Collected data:

[Start of Attachment]

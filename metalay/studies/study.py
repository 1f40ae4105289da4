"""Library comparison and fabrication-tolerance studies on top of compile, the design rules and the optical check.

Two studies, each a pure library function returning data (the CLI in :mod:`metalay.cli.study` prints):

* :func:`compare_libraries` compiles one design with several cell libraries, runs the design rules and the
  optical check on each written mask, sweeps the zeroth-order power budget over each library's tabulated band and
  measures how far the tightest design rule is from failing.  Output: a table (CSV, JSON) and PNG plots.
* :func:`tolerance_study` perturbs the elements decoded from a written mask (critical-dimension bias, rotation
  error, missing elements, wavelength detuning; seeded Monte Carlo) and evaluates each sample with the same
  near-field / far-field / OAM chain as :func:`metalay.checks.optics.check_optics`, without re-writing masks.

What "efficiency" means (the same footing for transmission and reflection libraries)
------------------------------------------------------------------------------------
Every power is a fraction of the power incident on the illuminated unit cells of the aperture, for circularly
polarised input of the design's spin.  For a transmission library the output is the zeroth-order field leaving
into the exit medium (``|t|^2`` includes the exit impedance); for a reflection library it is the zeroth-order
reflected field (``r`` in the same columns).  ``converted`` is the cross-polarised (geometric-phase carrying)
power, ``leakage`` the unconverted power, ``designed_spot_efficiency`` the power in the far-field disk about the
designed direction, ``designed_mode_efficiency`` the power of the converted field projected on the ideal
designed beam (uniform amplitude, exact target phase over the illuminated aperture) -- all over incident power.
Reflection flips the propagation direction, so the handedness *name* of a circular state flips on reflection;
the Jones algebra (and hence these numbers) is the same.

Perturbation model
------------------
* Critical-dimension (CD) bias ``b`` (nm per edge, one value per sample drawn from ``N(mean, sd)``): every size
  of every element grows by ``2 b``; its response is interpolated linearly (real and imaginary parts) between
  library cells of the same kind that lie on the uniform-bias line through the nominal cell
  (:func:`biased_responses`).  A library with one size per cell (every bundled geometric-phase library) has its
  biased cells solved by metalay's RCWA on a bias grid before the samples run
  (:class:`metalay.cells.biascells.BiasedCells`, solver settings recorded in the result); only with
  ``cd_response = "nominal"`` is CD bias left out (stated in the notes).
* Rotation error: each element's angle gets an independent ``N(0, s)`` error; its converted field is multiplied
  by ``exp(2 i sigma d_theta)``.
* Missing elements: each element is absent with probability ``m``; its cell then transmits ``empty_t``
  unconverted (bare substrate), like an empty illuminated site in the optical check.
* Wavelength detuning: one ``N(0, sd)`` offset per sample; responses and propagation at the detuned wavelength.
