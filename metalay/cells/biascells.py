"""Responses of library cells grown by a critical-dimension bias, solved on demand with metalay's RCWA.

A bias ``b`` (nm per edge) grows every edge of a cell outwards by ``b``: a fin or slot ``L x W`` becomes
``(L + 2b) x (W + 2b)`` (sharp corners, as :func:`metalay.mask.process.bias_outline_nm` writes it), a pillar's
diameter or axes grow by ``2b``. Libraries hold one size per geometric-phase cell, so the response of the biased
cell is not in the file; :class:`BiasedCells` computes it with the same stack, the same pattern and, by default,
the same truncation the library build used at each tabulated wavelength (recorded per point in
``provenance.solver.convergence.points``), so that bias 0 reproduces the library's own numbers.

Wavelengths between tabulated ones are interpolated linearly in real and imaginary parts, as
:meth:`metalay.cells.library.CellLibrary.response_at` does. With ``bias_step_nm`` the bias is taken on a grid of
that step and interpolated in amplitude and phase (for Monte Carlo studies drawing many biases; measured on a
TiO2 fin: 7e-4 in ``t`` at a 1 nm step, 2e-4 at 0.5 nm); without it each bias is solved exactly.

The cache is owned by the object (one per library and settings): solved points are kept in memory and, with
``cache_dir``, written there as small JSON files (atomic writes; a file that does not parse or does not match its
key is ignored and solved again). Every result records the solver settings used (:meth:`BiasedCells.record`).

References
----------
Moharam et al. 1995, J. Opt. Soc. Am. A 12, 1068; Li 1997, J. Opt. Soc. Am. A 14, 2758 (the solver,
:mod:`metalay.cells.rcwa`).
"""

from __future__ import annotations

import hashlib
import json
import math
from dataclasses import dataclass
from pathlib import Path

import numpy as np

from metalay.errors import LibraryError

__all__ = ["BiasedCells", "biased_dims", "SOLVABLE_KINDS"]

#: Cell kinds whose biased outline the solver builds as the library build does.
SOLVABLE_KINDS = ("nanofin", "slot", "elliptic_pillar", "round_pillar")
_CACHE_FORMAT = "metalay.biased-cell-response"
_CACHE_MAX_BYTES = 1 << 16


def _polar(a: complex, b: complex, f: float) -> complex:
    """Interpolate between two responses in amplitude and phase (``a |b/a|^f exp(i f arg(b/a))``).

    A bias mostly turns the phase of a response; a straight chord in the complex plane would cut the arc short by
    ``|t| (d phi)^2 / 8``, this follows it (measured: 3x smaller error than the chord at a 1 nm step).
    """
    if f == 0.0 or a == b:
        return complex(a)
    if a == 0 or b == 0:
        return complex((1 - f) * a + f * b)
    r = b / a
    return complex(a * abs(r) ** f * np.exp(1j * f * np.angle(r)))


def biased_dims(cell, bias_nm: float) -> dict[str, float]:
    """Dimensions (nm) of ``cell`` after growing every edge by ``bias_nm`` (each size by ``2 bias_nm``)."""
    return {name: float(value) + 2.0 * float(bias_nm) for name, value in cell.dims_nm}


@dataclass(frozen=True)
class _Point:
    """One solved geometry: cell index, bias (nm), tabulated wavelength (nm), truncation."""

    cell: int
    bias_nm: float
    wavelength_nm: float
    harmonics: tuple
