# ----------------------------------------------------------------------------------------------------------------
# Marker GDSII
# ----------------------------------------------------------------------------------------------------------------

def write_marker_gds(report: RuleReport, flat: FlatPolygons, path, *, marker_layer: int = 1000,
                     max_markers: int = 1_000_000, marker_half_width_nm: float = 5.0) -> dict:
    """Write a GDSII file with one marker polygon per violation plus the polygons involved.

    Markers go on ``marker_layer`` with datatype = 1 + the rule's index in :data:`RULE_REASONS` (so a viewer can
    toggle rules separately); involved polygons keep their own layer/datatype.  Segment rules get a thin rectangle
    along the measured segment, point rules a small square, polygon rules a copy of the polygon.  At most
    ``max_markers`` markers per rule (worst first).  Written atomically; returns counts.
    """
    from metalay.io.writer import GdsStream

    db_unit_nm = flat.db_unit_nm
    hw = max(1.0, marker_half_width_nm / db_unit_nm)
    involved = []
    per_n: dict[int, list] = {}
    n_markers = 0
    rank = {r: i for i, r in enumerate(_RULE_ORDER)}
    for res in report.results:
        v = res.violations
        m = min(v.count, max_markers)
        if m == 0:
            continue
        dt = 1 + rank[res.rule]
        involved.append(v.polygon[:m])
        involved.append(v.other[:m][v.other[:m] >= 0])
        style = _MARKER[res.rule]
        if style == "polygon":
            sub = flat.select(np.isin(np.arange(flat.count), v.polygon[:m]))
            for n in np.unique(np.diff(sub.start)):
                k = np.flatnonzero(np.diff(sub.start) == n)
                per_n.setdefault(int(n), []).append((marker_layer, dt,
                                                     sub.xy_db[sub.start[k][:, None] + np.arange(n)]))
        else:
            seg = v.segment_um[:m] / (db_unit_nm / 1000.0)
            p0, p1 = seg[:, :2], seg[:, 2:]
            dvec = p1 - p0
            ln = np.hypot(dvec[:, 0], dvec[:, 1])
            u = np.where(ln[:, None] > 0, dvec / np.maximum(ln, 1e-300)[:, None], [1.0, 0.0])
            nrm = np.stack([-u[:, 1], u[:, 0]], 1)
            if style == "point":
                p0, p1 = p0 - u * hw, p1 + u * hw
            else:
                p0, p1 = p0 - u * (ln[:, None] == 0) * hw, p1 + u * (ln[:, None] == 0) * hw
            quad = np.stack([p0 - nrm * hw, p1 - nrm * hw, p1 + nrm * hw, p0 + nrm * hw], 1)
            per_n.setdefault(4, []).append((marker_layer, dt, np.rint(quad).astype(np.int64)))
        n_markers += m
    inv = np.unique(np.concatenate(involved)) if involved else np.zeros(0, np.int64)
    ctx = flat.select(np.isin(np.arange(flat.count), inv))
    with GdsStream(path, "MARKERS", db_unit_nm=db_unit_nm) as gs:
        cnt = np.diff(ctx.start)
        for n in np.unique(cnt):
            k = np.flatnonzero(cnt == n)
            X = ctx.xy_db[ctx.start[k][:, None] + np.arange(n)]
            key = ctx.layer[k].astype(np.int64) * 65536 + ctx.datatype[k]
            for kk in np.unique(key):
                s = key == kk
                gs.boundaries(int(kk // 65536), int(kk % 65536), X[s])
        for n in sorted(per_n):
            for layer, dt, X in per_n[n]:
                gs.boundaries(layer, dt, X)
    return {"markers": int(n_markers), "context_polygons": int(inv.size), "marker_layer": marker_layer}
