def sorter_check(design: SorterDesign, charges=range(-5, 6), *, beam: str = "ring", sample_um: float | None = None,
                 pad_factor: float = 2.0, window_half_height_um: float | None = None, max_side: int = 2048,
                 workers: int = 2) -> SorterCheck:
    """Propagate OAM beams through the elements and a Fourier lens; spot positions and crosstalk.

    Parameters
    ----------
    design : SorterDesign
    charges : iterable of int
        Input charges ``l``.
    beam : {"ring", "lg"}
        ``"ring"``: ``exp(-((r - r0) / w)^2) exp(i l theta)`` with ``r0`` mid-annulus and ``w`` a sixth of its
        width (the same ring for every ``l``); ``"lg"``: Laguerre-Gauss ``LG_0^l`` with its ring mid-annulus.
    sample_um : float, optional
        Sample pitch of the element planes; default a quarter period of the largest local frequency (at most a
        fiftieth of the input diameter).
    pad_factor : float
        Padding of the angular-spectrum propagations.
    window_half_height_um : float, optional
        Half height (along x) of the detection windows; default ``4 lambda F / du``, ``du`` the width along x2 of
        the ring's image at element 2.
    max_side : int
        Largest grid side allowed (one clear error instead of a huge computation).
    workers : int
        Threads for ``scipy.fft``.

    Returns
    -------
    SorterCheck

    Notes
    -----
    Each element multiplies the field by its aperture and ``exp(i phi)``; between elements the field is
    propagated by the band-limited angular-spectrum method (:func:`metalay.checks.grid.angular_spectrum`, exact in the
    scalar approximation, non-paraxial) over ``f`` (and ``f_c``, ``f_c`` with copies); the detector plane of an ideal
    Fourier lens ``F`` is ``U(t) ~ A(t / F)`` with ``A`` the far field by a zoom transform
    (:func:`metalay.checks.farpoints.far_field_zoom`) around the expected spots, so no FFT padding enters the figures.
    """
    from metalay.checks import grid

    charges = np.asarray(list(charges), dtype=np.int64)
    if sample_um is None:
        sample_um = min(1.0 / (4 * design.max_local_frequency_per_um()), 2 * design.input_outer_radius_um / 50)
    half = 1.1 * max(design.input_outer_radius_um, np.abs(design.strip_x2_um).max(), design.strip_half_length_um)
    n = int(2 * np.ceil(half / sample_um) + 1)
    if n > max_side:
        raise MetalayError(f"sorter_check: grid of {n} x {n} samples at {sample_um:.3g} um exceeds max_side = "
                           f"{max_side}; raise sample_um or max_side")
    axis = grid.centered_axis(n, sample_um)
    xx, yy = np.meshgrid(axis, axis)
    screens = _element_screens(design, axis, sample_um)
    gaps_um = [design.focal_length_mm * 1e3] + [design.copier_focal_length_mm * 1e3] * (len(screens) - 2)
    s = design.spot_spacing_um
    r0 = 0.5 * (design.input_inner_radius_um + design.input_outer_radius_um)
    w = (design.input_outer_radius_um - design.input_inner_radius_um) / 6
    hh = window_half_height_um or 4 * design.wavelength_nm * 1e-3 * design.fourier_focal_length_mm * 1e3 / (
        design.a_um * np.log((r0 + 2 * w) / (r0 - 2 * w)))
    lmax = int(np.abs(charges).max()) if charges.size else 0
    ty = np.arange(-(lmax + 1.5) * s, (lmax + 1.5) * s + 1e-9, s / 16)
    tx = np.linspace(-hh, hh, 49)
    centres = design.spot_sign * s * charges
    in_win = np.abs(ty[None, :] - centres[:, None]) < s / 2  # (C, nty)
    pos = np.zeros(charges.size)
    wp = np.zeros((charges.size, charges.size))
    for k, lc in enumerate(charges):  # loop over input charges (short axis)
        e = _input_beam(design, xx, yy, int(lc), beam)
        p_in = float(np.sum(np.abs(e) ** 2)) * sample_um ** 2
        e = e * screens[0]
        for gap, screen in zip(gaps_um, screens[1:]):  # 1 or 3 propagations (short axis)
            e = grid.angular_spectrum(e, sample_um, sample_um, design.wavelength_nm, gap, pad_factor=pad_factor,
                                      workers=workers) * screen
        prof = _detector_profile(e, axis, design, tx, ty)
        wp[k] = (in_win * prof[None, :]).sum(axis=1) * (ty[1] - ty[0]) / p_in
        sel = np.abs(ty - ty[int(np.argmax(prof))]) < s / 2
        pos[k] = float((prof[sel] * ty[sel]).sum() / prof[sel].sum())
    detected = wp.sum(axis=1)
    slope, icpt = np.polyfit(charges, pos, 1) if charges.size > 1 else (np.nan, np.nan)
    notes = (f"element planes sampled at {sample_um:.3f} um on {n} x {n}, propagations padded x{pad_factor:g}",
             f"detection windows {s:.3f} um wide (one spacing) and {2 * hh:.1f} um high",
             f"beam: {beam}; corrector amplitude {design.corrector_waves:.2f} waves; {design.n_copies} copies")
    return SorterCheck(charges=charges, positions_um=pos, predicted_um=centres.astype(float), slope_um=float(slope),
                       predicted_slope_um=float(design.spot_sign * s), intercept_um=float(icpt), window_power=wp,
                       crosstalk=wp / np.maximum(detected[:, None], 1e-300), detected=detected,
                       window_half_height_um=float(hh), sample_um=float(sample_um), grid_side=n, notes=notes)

[End of Attachment]
[Start of Attachment]

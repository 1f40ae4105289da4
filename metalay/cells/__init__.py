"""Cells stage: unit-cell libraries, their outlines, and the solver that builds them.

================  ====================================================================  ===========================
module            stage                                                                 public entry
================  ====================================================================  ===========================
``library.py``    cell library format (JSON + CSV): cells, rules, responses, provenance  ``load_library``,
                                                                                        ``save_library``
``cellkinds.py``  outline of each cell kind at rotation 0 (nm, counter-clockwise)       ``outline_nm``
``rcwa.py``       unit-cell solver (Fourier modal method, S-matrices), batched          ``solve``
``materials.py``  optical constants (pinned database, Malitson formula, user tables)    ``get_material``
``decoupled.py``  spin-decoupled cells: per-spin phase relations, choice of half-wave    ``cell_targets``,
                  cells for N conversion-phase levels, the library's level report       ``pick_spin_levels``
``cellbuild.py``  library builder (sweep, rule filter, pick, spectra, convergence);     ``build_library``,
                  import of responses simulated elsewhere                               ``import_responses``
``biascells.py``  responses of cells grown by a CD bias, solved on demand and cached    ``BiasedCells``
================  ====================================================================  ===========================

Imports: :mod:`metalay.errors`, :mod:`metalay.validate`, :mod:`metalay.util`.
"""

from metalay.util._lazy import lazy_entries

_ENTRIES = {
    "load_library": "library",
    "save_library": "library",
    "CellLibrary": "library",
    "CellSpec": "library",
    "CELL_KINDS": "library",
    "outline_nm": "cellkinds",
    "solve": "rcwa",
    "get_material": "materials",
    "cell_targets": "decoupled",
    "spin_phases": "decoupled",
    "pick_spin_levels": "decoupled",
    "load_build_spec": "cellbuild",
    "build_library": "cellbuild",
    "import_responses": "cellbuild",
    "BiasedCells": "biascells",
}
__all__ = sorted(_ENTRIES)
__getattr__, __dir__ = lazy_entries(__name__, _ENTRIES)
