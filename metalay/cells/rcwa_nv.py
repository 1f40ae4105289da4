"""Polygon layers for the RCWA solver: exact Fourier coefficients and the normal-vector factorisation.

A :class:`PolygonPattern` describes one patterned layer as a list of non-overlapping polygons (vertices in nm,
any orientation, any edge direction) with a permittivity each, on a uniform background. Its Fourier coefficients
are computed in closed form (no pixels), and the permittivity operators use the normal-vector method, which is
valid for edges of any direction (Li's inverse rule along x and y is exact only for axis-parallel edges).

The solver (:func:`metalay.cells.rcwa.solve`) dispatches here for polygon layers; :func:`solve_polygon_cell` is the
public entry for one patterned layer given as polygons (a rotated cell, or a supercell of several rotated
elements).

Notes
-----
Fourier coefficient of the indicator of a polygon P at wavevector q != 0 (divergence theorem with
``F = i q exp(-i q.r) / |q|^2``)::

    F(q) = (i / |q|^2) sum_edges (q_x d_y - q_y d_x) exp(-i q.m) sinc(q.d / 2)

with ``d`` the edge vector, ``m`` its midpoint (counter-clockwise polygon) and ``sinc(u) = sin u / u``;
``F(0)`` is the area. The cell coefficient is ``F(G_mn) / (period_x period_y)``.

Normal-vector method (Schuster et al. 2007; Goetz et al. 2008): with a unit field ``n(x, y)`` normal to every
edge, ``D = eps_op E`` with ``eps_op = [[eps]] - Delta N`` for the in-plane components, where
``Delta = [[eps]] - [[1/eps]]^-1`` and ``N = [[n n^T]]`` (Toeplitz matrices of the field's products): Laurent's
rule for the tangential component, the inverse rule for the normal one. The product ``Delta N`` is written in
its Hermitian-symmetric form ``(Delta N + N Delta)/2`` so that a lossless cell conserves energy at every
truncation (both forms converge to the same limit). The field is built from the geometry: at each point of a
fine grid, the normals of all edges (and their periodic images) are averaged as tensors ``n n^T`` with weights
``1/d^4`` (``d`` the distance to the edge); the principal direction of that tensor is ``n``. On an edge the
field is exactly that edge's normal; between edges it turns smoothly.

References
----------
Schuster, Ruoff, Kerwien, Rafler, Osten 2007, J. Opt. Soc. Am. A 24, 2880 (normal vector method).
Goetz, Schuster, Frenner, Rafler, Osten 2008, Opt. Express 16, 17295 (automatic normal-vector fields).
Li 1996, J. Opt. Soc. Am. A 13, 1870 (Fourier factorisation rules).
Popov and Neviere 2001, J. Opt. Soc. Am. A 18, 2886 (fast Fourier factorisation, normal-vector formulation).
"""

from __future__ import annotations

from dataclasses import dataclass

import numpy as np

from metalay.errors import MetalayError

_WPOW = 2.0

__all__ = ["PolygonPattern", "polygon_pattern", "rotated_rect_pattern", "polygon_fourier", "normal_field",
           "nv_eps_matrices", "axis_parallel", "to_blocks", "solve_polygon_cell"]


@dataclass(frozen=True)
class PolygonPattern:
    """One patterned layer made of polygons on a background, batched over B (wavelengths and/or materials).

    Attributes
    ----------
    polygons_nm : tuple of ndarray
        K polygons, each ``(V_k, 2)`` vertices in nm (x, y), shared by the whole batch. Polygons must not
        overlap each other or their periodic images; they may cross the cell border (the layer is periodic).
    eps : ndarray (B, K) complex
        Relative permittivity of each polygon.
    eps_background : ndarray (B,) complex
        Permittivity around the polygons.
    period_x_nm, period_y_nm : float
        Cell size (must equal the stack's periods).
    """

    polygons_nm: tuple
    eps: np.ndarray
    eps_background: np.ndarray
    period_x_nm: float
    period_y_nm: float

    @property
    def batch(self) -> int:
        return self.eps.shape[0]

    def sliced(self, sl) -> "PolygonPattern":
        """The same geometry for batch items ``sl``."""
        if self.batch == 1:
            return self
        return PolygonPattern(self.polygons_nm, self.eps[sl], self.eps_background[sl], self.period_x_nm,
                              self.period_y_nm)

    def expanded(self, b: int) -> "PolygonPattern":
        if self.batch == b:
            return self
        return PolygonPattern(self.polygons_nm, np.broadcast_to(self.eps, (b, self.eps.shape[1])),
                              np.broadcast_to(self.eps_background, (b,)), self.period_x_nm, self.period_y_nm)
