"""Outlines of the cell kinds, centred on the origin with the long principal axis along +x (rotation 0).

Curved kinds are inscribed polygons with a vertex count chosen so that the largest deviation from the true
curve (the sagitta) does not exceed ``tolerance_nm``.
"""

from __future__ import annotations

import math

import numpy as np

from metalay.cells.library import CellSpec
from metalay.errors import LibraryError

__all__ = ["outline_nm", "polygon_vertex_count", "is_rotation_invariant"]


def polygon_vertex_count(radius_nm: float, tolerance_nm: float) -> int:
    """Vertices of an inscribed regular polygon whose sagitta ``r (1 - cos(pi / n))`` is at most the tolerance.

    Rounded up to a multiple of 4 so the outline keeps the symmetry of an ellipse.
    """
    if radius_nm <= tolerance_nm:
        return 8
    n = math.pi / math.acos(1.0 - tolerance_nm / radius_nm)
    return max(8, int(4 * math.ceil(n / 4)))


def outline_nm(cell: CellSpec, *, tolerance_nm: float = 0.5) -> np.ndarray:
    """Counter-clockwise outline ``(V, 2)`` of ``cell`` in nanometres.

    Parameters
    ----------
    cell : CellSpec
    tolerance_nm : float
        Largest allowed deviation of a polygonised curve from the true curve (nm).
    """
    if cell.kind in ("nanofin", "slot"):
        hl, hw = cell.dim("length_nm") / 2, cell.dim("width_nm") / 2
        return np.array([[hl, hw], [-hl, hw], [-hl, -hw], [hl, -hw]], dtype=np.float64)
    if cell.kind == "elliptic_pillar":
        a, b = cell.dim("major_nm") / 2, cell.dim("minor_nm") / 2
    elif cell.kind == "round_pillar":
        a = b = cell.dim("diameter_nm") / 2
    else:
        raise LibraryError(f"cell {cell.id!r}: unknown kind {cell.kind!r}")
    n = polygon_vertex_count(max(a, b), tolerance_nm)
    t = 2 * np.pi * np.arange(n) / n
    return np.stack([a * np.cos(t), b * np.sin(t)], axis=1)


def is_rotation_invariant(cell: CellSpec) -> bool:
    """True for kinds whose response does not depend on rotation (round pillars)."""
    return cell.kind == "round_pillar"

[End of Attachment]

§ **TASK GOAL**:
Working from the records above, tally the lines that contain "rank" and give only the total.

§ **RESULT OF THE TASK**:
2